» **WHAT THE EXERCISE ASKS**
Show me each line of the listing below where the word "beforeAll" appears.

(DATASET EXCERPTS)

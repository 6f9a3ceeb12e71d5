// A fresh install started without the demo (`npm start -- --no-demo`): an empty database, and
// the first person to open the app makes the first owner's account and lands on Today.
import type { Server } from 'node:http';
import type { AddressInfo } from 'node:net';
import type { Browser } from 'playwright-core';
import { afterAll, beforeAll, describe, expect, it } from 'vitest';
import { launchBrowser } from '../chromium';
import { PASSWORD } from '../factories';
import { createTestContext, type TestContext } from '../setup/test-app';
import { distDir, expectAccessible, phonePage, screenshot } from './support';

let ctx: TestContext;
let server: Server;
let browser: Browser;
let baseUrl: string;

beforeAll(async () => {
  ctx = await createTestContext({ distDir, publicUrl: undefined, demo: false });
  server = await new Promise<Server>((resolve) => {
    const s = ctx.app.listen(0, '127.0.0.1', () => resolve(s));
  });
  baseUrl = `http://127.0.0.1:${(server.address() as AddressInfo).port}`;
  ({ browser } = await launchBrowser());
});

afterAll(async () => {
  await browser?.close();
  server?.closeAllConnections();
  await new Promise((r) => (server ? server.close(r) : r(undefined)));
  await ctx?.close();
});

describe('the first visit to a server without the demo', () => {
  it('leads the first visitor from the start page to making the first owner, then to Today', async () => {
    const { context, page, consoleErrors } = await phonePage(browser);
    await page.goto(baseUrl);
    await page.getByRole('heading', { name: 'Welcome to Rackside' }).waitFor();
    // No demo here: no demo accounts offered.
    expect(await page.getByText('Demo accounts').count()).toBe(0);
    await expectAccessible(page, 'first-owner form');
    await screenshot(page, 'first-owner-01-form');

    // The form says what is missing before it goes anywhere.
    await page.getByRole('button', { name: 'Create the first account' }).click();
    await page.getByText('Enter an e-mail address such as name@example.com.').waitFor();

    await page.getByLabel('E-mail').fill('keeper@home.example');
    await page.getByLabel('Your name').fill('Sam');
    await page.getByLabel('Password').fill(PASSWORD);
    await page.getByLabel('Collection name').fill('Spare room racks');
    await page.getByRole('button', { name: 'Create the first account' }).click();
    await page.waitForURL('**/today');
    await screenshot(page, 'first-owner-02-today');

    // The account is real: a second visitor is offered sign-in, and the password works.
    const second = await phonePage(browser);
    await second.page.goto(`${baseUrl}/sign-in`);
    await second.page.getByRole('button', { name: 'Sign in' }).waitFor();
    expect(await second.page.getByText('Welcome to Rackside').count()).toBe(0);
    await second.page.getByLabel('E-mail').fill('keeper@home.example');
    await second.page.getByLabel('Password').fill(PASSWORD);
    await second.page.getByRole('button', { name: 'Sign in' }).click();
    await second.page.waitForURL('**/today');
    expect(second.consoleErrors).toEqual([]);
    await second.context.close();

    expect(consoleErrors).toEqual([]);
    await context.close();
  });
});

(End DATASET EXCERPTS)
(DATASET EXCERPTS)

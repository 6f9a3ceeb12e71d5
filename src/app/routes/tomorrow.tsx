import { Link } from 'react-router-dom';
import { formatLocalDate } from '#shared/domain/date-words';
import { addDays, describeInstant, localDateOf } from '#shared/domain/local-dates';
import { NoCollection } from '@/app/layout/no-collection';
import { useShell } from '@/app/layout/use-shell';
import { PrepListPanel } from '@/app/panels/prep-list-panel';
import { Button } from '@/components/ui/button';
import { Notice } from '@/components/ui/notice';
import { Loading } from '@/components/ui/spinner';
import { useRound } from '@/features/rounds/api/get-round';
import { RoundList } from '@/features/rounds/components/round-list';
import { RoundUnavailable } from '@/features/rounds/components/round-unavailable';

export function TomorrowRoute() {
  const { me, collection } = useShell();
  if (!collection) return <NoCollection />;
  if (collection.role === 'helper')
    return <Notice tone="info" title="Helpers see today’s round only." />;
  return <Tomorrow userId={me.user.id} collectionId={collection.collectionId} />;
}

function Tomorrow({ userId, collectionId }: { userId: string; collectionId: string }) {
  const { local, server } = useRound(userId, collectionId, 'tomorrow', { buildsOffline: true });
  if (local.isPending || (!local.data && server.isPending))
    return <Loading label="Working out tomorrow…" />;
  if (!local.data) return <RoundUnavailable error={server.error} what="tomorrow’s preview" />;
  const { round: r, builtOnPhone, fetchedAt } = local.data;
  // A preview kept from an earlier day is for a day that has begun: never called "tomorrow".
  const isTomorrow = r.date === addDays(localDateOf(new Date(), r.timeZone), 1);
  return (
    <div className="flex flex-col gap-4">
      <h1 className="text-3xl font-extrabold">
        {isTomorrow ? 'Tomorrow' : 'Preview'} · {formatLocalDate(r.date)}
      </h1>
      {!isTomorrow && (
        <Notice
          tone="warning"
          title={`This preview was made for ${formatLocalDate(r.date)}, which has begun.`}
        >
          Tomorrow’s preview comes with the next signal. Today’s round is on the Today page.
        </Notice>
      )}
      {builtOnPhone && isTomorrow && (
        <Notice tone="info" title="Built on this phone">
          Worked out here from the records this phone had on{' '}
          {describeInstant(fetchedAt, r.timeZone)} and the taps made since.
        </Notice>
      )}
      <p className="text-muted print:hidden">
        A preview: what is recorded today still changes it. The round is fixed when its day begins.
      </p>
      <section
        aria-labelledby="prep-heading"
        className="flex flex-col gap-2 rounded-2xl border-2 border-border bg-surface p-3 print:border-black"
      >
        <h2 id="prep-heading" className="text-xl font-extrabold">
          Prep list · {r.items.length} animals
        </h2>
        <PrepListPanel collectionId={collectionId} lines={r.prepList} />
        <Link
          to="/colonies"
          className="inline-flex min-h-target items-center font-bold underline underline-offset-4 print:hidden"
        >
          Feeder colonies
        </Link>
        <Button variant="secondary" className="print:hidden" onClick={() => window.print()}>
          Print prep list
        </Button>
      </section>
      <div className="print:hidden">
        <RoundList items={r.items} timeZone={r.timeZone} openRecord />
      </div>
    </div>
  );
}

(End DATASET EXCERPTS)
(DATASET EXCERPTS)

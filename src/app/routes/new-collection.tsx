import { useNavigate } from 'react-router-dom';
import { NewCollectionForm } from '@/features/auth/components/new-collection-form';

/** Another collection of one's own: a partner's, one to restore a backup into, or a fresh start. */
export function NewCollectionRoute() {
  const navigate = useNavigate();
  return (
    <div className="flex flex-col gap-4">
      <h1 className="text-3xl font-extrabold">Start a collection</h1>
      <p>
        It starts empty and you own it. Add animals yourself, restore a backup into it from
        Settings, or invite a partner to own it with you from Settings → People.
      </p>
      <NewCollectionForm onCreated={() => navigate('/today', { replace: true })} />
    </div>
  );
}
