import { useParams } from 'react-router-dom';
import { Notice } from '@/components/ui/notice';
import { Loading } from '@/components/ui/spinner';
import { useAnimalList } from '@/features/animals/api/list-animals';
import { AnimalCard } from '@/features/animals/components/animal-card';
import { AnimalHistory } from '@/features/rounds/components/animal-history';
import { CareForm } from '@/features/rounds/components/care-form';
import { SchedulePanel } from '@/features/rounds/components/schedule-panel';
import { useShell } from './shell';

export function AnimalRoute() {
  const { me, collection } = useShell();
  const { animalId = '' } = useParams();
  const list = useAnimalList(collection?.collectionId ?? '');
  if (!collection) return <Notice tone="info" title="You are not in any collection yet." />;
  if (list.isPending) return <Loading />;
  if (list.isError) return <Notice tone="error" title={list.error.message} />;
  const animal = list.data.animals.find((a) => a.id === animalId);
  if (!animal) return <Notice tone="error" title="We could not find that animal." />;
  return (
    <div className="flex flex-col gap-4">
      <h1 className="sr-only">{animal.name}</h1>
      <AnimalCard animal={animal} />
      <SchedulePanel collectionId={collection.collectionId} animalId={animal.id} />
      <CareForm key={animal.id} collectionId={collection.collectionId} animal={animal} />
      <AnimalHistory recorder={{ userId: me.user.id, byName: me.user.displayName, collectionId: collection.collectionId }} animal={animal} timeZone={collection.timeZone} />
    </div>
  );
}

(End DATASET EXCERPTS)

» **REPLY TO THE TASK**
import { afterAll, beforeAll, describe, expect, it } from 'vitest';
beforeAll(async () => {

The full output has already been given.